Невозможно было встретиться теперь с Кречмаром, следовало покинуть на время очаровательный Ружинар, и так как Зегелькранц был человек истерический, он покинул Ружинар в тот же день и больше месяца провел в долинах Восточных Пиренеев. Это его успокоило. Он уже стал подумывать о том, что дело, может быть, все-таки не так страшно и что, пожалуй, даже лестна уверенность, с которой Кречмар узнал описанных людей. Он вернулся в Ружинар и, чувствуя наплыв редкой смелости – тоже истерической, – отправился прямо в гостиницу, где он думал найти Кречмара. Там, из случайного разговора со знакомым (это был все тот же Monsieur Martin, черноволосый, с орлиным носом), он узнал о бегстве Кречмара, о катастрофе. «Il vivait ici avec sa poule, – добавил Martin со знающей улыбкой. – Une petite grue tr`es jolie, qui le trompait avec ce pince-sans-rire, cette esp`ece de peintre, un Monsieur Korn ou Horn, Argentin je crois ou bien Hongrois»[10]
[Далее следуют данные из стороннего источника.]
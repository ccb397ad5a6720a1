"""The start section of a job file, one model for each kind of start."""

from __future__ import annotations

from typing import Annotated, Literal

from pydantic import Field

from lattice.job.section import Count, Name, Positive, Section
from lattice.job.section import key as _key


class MarchKeys(Section):
    """A march of the law in time, from noise."""

    kind: str
    seed: int = _key("seed of the noise", 0, ge=0)
    amplitude: Positive = _key("root mean square of the noise", 0.1)
    mean: dict[str, float] = _key(
        "value of each component the noise is added to", {}, shown="`solve.mean`, else 0"
    )
    spin_up: float = _key("time marched before the window is cut", 100.0, ge=0)
    dt: Positive | None = _key("time step of the march", None, shown="chosen from the law and lattice")
    blend: float = _key(
        "fraction of the period over which the window's end is blended into its start", 0.3, ge=0, lt=1
    )
    match_drift: tuple[Literal["x", "y"], ...] | None = _key(
        "axes along which the drift is chosen so that the window's end fits its start",
        None,
        shown="axes whose drift is free and not given in [box]",
    )
    match_rotation: bool | None = _key(
        "choose the rotation, too, so that the window's end fits its start",
        None,
        shown="true where the rotation is free and not given in [box]",
    )
    shape: tuple[Count, ...] | None = _key(
        "nodes of the marcher, `[nx]` or `[ny, nx]`",
        None,
        shown="from the lattice",
        min_length=1,
        max_length=2,
    )


class MarchStart(MarchKeys):
    """Start from a march of the law in time, from noise."""

    kind: Literal["march"]


class WindowStart(MarchKeys):
    """Start from a window of a march of a box that may be larger: cut in time and in space."""

    kind: Literal["window"]
    march_length_x: Positive | None = _key(
        "length in x of the marched box, at least `1 + blend_space` times `box.length_x`",
        None,
        shown="`box.length_x`",
    )
    march_length_y: Positive | None = _key("the same in y", None, shown="`box.length_y`")
    blend_space: float = _key(
        "fraction of a length that is cut over which the window is blended into what follows it",
        0.3,
        ge=0,
        lt=1,
    )


class RecurrenceStart(MarchKeys):
    """Start from a near recurrence of a march, up to shifts and reflections; it gives period and drift."""

    kind: Literal["recurrence"]
    march_time: Positive = _key("time marched after the spin-up, and scanned", 1000.0)
    pick: Count = _key("which recurrence, by rank: 1 is the closest (`lattice recurrences` lists them)", 1)
    near_time: float | None = _key(
        "take the recurrence that begins nearest to this time after the spin-up, instead of by rank",
        None,
        shown="none",
        ge=0,
    )
    shortest: Positive | None = _key("shortest period looked for", None, shown="half of `box.period`")
    longest: Positive | None = _key("longest period looked for", None, shown="1.5 times `box.period`")
    every: Positive | None = _key(
        "time between the slices compared", None, shown="a fiftieth of `box.period`"
    )
    reflections: bool = _key(
        "also look where the flow returns reflected, which makes the period twice as long", True
    )


class NoiseStart(Section):
    """Start from smooth noise in space and time, about the waves the law amplifies most."""

    kind: Literal["noise"]
    seed: int = _key("seed of the noise", 0, ge=0)
    amplitude: Positive = _key("root mean square of the noise", 1.0)
    mean: dict[str, float] = _key(
        "value of each component the noise is added to", {}, shown="`solve.mean`, else 0"
    )
    wavenumber: Positive | None = _key(
        "wavenumber about which the spectrum lies", None, shown="the one that grows fastest"
    )
    width: Positive | None = _key(
        "standard deviation of the wavenumbers", None, shown="0.3 times `wavenumber`"
    )
    frequency: Positive | None = _key(
        "standard deviation of the angular frequencies", None, shown="twice the fastest growth rate"
    )


class StateStart(Section):
    """Start from a stored state; values the job's box leaves out come from it too."""

    kind: Literal["state"]
    file: Name = _key("the state file, relative to the job file or the current folder")


class Wave(Section):
    """One cosine, `amplitude * cos(2*pi*(kx*x/Lx + ky*y/Ly - kt*t/T) + phase)`."""

    component: Name | None = _key("the component", None, shown="the law's only one")
    amplitude: float = _key("its amplitude")
    kt: int = _key("periods in time", 0)
    kx: int = _key("wavelengths in x", 0)
    ky: int = _key("wavelengths in y", 0)
    phase: float = _key("phase in radians", 0.0)


class WavesStart(Section):
    """Start from a sum of cosines."""

    kind: Literal["waves"]
    modes: tuple[Wave, ...] = _key("the waves, one table each", min_length=1)
    mean: dict[str, float] = _key(
        "value of each component the waves are added to", {}, shown="`solve.mean`, else 0"
    )


class ArrayStart(Section):
    """Start from an array of the user's, shape (nt, ny, nx, components)."""

    kind: Literal["array"]
    file: Name = _key("a NumPy or HDF5 file, relative to the job file or the current folder")
    dataset: Name | None = _key("name of the dataset in an HDF5 file", None, shown="`u`")


Ends = Annotated[tuple[float, ...], Field(min_length=2, max_length=2)]


class ExcerptStart(Section):
    """Start from a window of a stored state or of an array, made periodic; it gives period and lengths."""

    kind: Literal["excerpt"]
    file: Name = _key("a state file, or a NumPy or HDF5 file, found like that of a state")
    t: Ends | None = _key("`[from, to]` in the file's time", None, shown="the whole period")
    x: Ends | None = _key("`[from, to]` in the file's x", None, shown="the whole length")
    y: Ends | None = _key("`[from, to]` in the file's y", None, shown="the whole length")
    blend: float = _key("fraction of the window's time that is blended with what follows it", 0.3, ge=0, lt=1)
    blend_space: float = _key("the same in x and y", 0.5, ge=0, lt=1)
    dataset: Name | None = _key("name of the dataset in an HDF5 file of your own", None, shown="`u`")
    covers_t: Positive | None = _key(
        "for an array: the distance between its levels times their number", None, shown="none"
    )
    covers_x: Positive | None = _key("the same in x", None, shown="none")
    covers_y: Positive | None = _key("the same in y", None, shown="none")
    periodic: tuple[Literal["t", "x", "y"], ...] = _key("for an array: axes along which it repeats", ())


class MemberTable(Section):
    """A stored state as a mosaic uses it: `[start.members]` has one table for each name."""

    file: Name = _key("the state file, found like that of a state")
    repeat_t: Count = _key("how often it is repeated in its cell, in time", 1)
    repeat_x: Count = _key("the same in x", 1)
    repeat_y: Count = _key("the same in y", 1)
    shift_t: float = _key("how much later in the file its field is taken", 0.0)
    shift_x: float = _key("how much further on in x its field is taken", 0.0)
    shift_y: float = _key("the same in y", 0.0)
    reflect: Literal["x", "y", "xy", "sign"] | None = _key(
        "reflect it along these axes, or change its sign, where that is a symmetry of the law",
        None,
        shown="none",
    )
    period: Positive | None = _key("its duration, repeats included", None, shown="the file's")
    length_x: Positive | None = _key("its length in x, repeats included", None, shown="the file's")
    length_y: Positive | None = _key("its length in y, repeats included", None, shown="the file's")


class MosaicStart(Section):
    """Start from stored states arranged in time and space; they give period and lengths."""

    kind: Literal["mosaic"]
    rows: tuple[Name, ...] = _key(
        "names of members, one text for each time, **the earliest first**; in it the names follow x, and in"
        " two dimensions `/` parts the lines along y, the one of smallest y first",
        min_length=1,
    )
    members: dict[str, MemberTable] = _key("the members by name, one table each", min_length=1)
    blend: float = _key(
        "width of the zone that neighbours share, as a fraction of the shorter one", 0.5, ge=0, lt=1
    )


Start = Annotated[
    MarchStart
    | WindowStart
    | RecurrenceStart
    | NoiseStart
    | StateStart
    | ExcerptStart
    | MosaicStart
    | WavesStart
    | ArrayStart,
    Field(discriminator="kind"),
]
START_MODELS: dict[str, type[Section]] = {
    "march": MarchStart,
    "window": WindowStart,
    "recurrence": RecurrenceStart,
    "noise": NoiseStart,
    "state": StateStart,
    "excerpt": ExcerptStart,
    "mosaic": MosaicStart,
    "waves": WavesStart,
    "array": ArrayStart,
}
.Тогда он метнулся в Ментону, но в госпитале узнал, что Кречмара любовница увезла не то в Швейцарию, не то в Германию. Зегелькранц был теперь в таком состоянии нервного ужаса, что ему казалось, он сойдет с ума. Рукопись он свою разорвал с такой силой, что чуть не вывихнул себе пальцев, по ночам его терзали кошмары: он видел Кречмара с полуоторванным черепом, с висящими на красных нитках глазами, который кланялся ему в пояс и слащаво и страшно приговаривал: «Спасибо, старый друг, спасибо». Оставаться в Ружинаре было невозможно. И внезапно, с той судорожной суетливостью, которая в нем заменяла решимость, Зегелькранц отправился в Берлин.
XXXV
Зегелькранц ошибался, думая, что Кречмар, коли еще жив, вспоминает о нем с отвращением и ненавистью. Кречмар не вспоминал его вовсе, ибо запрещал себе возвращаться к той нестерпимой минуте изумления, гибели, смертельной тоски, – там, на тенистом холму, у журчащего источника… Плотный бархатный мешок, в котором он теперь существовал, давал некий строгий, даже благородный строй его мыслям и чувствам. Гладким покровом тьмы он был отделен от недавней очаровательной, мучительной, ярко-красочной жизни, прервавшейся на головокружительном вираже. Питаясь воспоминаниями о ней, он словно перебирал миниатюры: Магда в узорном переднике, приподнимающая портьеру, Магда под блестящим зонтиком, проходящая по малиновым лужам, Магда, стоящая голою перед зеркалом и грызущая желтую булочку, Магда в лоснящемся трико или в переливчатом бальном платье, с загорелыми оранжевыми руками. Затем он думал о жене, и вся эта пора жизни с Аннелизой пропитана была нежным бледным светом, и только изредка в этом молочном тумане что-то вспыхивало на миг, – белокурая прядь волос при свете лампы, блик на раме картины, стеклянный шарик, которым играла дочь, – и снова – опаловый туман, и в нем – тихие, как бы плавательные движения Аннелизы. Все, даже самое грустное и стыдное в прошлой жизни, было прикрыто обманчивой прелестью красок, его душа жила тогда в перламутровых шорах, он не видел тех пропастей, которые открылись ему теперь. Да и полно, умел ли он до конца пользоваться даром острого зрения. Он с ужасом замечал теперь, что, вообразив, скажем, пейзаж, среди которого однажды пожил, он не умеет назвать ни одного растения, кроме дуба и розы, ни одной птицы, кроме вороны и воробья. Кречмар теперь понимал, что он, в сущности, ничем не отличался от тех узких специалистов, которых некогда так презирал, от рабочего, знающего только свою машину, от виртуоза, ставшего лишь придатком к музыкальному инструменту. Специальностью Кречмара было в конце концов живописное любострастие. Лучшей его находкой была Магда. А теперь от Магды остался только голос, да шелест, да запах духов, – она как бы вернулась в ту темноту (темноту маленького кинематографа), из которой он ее когда-то извлек.